A senior White House official said that the president is committed to cutting through “every piece of red tape” to get any eventual vaccine to the public as quickly as possible.
“The United States military is always ready and able to assist the American people and respond to a crisis, and like the President and HHS have said, the military stands ready to assist with logistics and mass distribution,” the White House official said.
While the Trump administration’s Operation Warp Speed has set a goal of discovering, producing, and beginning to deliver a coronavirus vaccine by the end of the year, scientists who are a part of the project say it will require a flawless effort — and even if all goes right, only limited doses would be available by January.

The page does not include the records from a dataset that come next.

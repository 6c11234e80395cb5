//! The readings plots as data the page only has to draw: the order-ratio (Horton) plot
//! (`horton_plot`) and the branching-angle histogram (`angle_plot`), with every point, fitted
//! line, tick, label and caption worked out here.
//!
//! The Horton lines are the core's least-squares fits: their slope is `-log10 R_B` and
//! `log10 R_L` (the core's ratios), and an ordinary least-squares line passes through the mean
//! of its points (Draper & Smith 1998, "Applied Regression Analysis", section 1.2), so the
//! line is drawn through that mean, without fitting again.

use ramulus_core::metrics::{Metrics, ANGLE_BIN_WIDTH_DEGREES};
use serde::Serialize;

use crate::format::{decade_label, fixed, tick_step};

/// A point `[x, y]` in plot coordinates.
pub type PlotPoint = [f64; 2];

/// A labelled tick on an axis.
#[derive(Clone, Debug, PartialEq, Serialize)]
pub struct Tick {
    /// Position in plot coordinates.
    pub at: f64,
    /// Label; may be empty.
    pub label: String,
    /// Whether the tick has a grid line and a long mark (minor ticks have neither).
    pub major: bool,
}

/// One series of the Horton plot.
#[derive(Clone, Debug, PartialEq, Serialize)]
pub struct HortonSeries {
    /// `[order, log10 value]` per order.
    pub points: Vec<PlotPoint>,
    /// Ends of the fitted line, `None` when the core reports no ratio.
    pub fit: Option<[PlotPoint; 2]>,
    /// Legend text, for example `count N_w, R_B = 4.12`.
    pub label: String,
}

/// The Horton plot: stream counts and mean stream lengths per Strahler order on one log axis.
#[derive(Clone, Debug, PartialEq, Serialize)]
pub struct HortonPlot {
    /// Stream counts N_w.
    pub counts: HortonSeries,
    /// Mean stream lengths L_w.
    pub lengths: HortonSeries,
    /// Horizontal range `[low, high]` (orders, half an order beyond the outermost).
    pub x_range: [f64; 2],
    /// Vertical range `[low, high]` (log10).
    pub y_range: [f64; 2],
    /// Order ticks.
    pub x_ticks: Vec<Tick>,
    /// Decade ticks (labelled, with grid lines) and minor ticks at 2 .. 9 (unlabelled).
    pub y_ticks: Vec<Tick>,
    /// Title under the horizontal axis.
    pub x_title: String,
    /// Title beside the vertical axis.
    pub y_title: String,
    /// What to show instead when there is nothing to plot.
    pub empty: Option<String>,
}

/// The branching-angle histogram.
#[derive(Clone, Debug, PartialEq, Serialize)]
pub struct AnglePlot {
    /// Counts per bin; bin `i` covers `[10 i, 10 (i + 1))` degrees.
    pub bins: Vec<u64>,
    /// Width of a bin, degrees.
    pub bin_width: f64,
    /// Top of the count axis.
    pub y_max: f64,
    /// Count ticks.
    pub y_ticks: Vec<Tick>,
    /// Angle ticks every 30 degrees.
    pub x_ticks: Vec<Tick>,
    /// Mean angle for the marker line, degrees, clamped to 0 .. 180.
    pub mean: Option<f64>,
    /// Caption, for example `mean 42.1°, sd 12.3°, n = 57`.
    pub caption: String,
    /// Title under the horizontal axis.
    pub x_title: String,
    /// Title beside the vertical axis.
    pub y_title: String,
}

/// Both plots and a one-line text summary of them (for screen readers).
#[derive(Clone, Debug, PartialEq, Serialize)]
pub struct ReadingsPlots {
    /// The Horton plot.
    pub horton: HortonPlot,
    /// The angle histogram.
    pub angles: AnglePlot,
    /// Both plots in words.
    pub summary: String,
}

/// The readings plots of `metrics`, lengths in `units`.
pub fn readings_plots(metrics: &Metrics, units: &str) -> ReadingsPlots {
    let horton = horton_plot(metrics, units);
    let angles = angle_plot(metrics);
    let summary = summary(metrics, &horton, units);
    ReadingsPlots {
        horton,
        angles,
        summary,
    }
}

fn ratio_text(ratio: Option<f64>) -> String {
    ratio.map_or("n/a".to_string(), |value| format!("{value:.2}"))
}

fn unit_suffix(units: &str) -> String {
    let units = units.trim();
    if units.is_empty() {
        String::new()
    } else {
        format!(" ({units})")
    }
}

/// The Horton plot of `metrics`.
pub fn horton_plot(metrics: &Metrics, units: &str) -> HortonPlot {
    let mut counts = Vec::new();
    let mut lengths = Vec::new();
    for stream in &metrics.streams {
        let order = f64::from(stream.order);
        if stream.stream_count > 0 {
            counts.push([order, libm::log10(stream.stream_count as f64)]);
        }
        if stream.mean_stream_length > 0.0 && stream.mean_stream_length.is_finite() {
            lengths.push([order, libm::log10(stream.mean_stream_length)]);
        }
    }
    let count_slope = metrics
        .bifurcation_ratio
        .filter(|ratio| *ratio > 0.0)
        .map(|ratio| -libm::log10(ratio));
    let length_slope = metrics
        .length_ratio
        .filter(|ratio| *ratio > 0.0)
        .map(libm::log10);
    let unit_text = unit_suffix(units);
    let counts = HortonSeries {
        fit: line_through_mean(&counts, count_slope),
        points: counts,
        label: format!("count N_w, R_B = {}", ratio_text(metrics.bifurcation_ratio)),
    };
    let lengths = HortonSeries {
        fit: line_through_mean(&lengths, length_slope),
        points: lengths,
        label: format!(
            "mean length L_w{unit_text}, R_L = {}",
            ratio_text(metrics.length_ratio)
        ),
    };
    let all: Vec<PlotPoint> = counts
        .points
        .iter()
        .chain(&lengths.points)
        .copied()
        .collect();
    let x_title = "Strahler order".to_string();
    let y_title = format!("N_w or L_w{unit_text}, log scale");
    if all.is_empty() {
        return HortonPlot {
            counts,
            lengths,
            x_range: [0.0, 1.0],
            y_range: [0.0, 1.0],
            x_ticks: Vec::new(),
            y_ticks: Vec::new(),
            x_title,
            y_title,
            empty: Some("No streams yet".to_string()),
        };
    }
    let low_order = all.iter().map(|p| p[0]).fold(f64::INFINITY, f64::min);
    let high_order = all.iter().map(|p| p[0]).fold(f64::NEG_INFINITY, f64::max);
    let low_decade = libm::floor(all.iter().map(|p| p[1]).fold(f64::INFINITY, f64::min)) as i32;
    let mut high_decade =
        libm::ceil(all.iter().map(|p| p[1]).fold(f64::NEG_INFINITY, f64::max)) as i32;
    if high_decade == low_decade {
        high_decade += 1;
    }
    let decades = high_decade - low_decade;
    let pad = 0.04 * f64::from(decades);
    // Label at most about six decades; minor ticks only when there are few decades.
    let label_every = ((decades + 5) / 6).max(1);
    let mut y_ticks = Vec::new();
    for exponent in low_decade..=high_decade {
        let label = if (exponent - low_decade) % label_every == 0 {
            decade_label(exponent)
        } else {
            String::new()
        };
        y_ticks.push(Tick {
            at: f64::from(exponent),
            label,
            major: true,
        });
        if exponent < high_decade && decades <= 6 {
            for multiple in 2..=9 {
                y_ticks.push(Tick {
                    at: f64::from(exponent) + libm::log10(f64::from(multiple)),
                    label: String::new(),
                    major: false,
                });
            }
        }
    }
    let order_step = ((high_order - low_order + 1.0) / 12.0).ceil().max(1.0) as usize;
    let x_ticks = (low_order as u32..=high_order as u32)
        .step_by(order_step)
        .map(|order| Tick {
            at: f64::from(order),
            label: order.to_string(),
            major: true,
        })
        .collect();
    HortonPlot {
        counts,
        lengths,
        x_range: [low_order - 0.5, high_order + 0.5],
        y_range: [f64::from(low_decade) - pad, f64::from(high_decade) + pad],
        x_ticks,
        y_ticks,
        x_title,
        y_title,
        empty: None,
    }
}

/// The line of `slope` through the mean of `points`, from the lowest to the highest x.
fn line_through_mean(points: &[PlotPoint], slope: Option<f64>) -> Option<[PlotPoint; 2]> {
    let slope = slope.filter(|slope| slope.is_finite())?;
    if points.len() < 2 {
        return None;
    }
    let n = points.len() as f64;
    let mean_x = points.iter().map(|p| p[0]).sum::<f64>() / n;
    let mean_y = points.iter().map(|p| p[1]).sum::<f64>() / n;
    let low = points.iter().map(|p| p[0]).fold(f64::INFINITY, f64::min);
    let high = points
        .iter()
        .map(|p| p[0])
        .fold(f64::NEG_INFINITY, f64::max);
    let at = |x: f64| [x, mean_y + slope * (x - mean_x)];
    Some([at(low), at(high)])
}

/// The angle histogram of `metrics`.
pub fn angle_plot(metrics: &Metrics) -> AnglePlot {
    let bins: Vec<u64> = metrics.branching_angle_histogram.to_vec();
    let count = metrics.branching_angle_count;
    let caption = if count > 0 {
        let mut parts = Vec::new();
        if let Some(mean) = metrics.branching_angle_mean {
            parts.push(format!("mean {}\u{b0}", fixed_one(mean)));
        }
        if let Some(sd) = metrics.branching_angle_sd {
            parts.push(format!("sd {}\u{b0}", fixed_one(sd)));
        }
        parts.push(format!("n = {count}"));
        parts.join(", ")
    } else {
        "No branching angles yet".to_string()
    };
    let highest = bins.iter().copied().max().unwrap_or(0) as f64;
    let step = tick_step(highest, 4);
    let y_max = step.max((highest / step).ceil() * step);
    let mut y_ticks = Vec::new();
    let mut value = 0.0;
    while value <= y_max + 0.5 * step {
        y_ticks.push(Tick {
            at: value,
            label: fixed(value, 0),
            major: true,
        });
        value += step;
    }
    let x_ticks = (0..=180)
        .step_by(30)
        .map(|degrees| Tick {
            at: f64::from(degrees),
            label: degrees.to_string(),
            major: true,
        })
        .collect();
    AnglePlot {
        bins,
        bin_width: ANGLE_BIN_WIDTH_DEGREES,
        y_max,
        y_ticks,
        x_ticks,
        mean: metrics
            .branching_angle_mean
            .filter(|_| count > 0)
            .map(|mean| mean.clamp(0.0, 180.0)),
        caption,
        x_title: "branching angle (degrees)".to_string(),
        y_title: "count".to_string(),
    }
}

/// One decimal, as `{:.1}` writes it.
fn fixed_one(value: f64) -> String {
    format!("{value:.1}")
}

fn summary(metrics: &Metrics, horton: &HortonPlot, units: &str) -> String {
    let mut orders: Vec<u64> = horton
        .counts
        .points
        .iter()
        .chain(&horton.lengths.points)
        .map(|point| point[0] as u64)
        .collect();
    orders.sort_unstable();
    orders.dedup();
    let horton_text = if orders.is_empty() {
        "Horton plot: no streams yet.".to_string()
    } else {
        let plural = if orders.len() == 1 { "" } else { "s" };
        let unit_text = if units.trim().is_empty() {
            String::new()
        } else {
            format!(" (lengths in {})", units.trim())
        };
        let ratio = |value: Option<f64>| {
            value.map_or("not available".to_string(), |value| format!("{value:.2}"))
        };
        format!(
            "Horton plot: {} order{plural}{unit_text}; R_B {}; R_L {}.",
            orders.len(),
            ratio(metrics.bifurcation_ratio),
            ratio(metrics.length_ratio)
        )
    };
    let count = metrics.branching_angle_count;
    let angles_text = if count > 0 {
        let plural = if count == 1 { "" } else { "s" };
        let mut parts = vec![format!("{count} angle{plural}")];
        if let Some(mean) = metrics.branching_angle_mean {
            parts.push(format!("mean {} degrees", fixed_one(mean)));
        }
        if let Some(sd) = metrics.branching_angle_sd {
            parts.push(format!("sd {} degrees", fixed_one(sd)));
        }
        format!("Angle histogram: {}.", parts.join(", "))
    } else {
        "Angle histogram: no branching angles yet.".to_string()
    };
    format!("{horton_text} {angles_text}")
}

A government watchdog group said having HHS lead the distribution effort may be more appropriate.
“Planning for distribution should be one of the top priorities,” said Mandy Smithberger, director of the Center for Defense Information at the Project on Government Oversight. However, “this is a public health mission that we should have public health agencies leading,” she said.
As HHS plans the logistics of delivering vaccines to communities across the country, they are also grappling with the ethically fraught question of who gets shipments first.
The current plan proposed by members of Operation Warp Speed is to take those decisions out of the hands of policymakers, including at the White House, HHS and the Pentagon.
The National Institutes of Health and the Centers for Disease Control and Prevention have delegated planning for “equitable allocation” to a panel of experts at the National Academy of Sciences, which met for the first time last week.
“Subject matter experts who are seeking input from several external parties, including medical ethicists, will propose a distribution and allocation plan for HHS approval,” the HHS official said. “(Operation Warp Speed) will not play a role in crafting this policy decision, but is committed to implementing the plan and distributing medical countermeasures as fast as possible.”
White House officials would not say whether Trump had directed his administration to defer allocation decisions to an independent panel, nor would they say he is committed to adhering the panel’s advice.
But they said that the distribution of a vaccine, whenever one becomes available, should be above politics.
“The rapid research, development, trials and eventual distribution of a COVID-19 vaccine is emblematic of President Trump’s highest priority: the health and safety of the American people. It has nothing to do with politics,” said deputy White House press secretary Judd Deere. “Any new vaccine must maintain FDA’s gold standard for safety and be thoroughly tested to ensure it is effective, which is why Operation Warp Speed is being led by expert scientists focused on saving lives.”
The independent panel includes some of the most storied bioethicists in the American medical community, including Dr. William Foege, a winner of the Presidential Medal of Freedom credited with orchestrating the eradication of smallpox; Christopher Elias, president of the Global Development Division at the Bill & Melinda Gates Foundation; and Saad B. Omer, director of the Yale Institute for Global Health, as well as more than a dozen other experts.
A National Academy of Sciences official told McClatchy that the panel is aiming to provide an “overarching framework for vaccine allocation to assist policymakers in the domestic and global health communities in planning for equitable allocation of vaccines” against the coronavirus.
On its website, HHS also said it will factor in “data on the virus and its impact on populations and the performance of each vaccine, and the needs of the essential workforce,” when determining how to distribute one of several potential vaccines that are currently being developed by both government and private sector labs.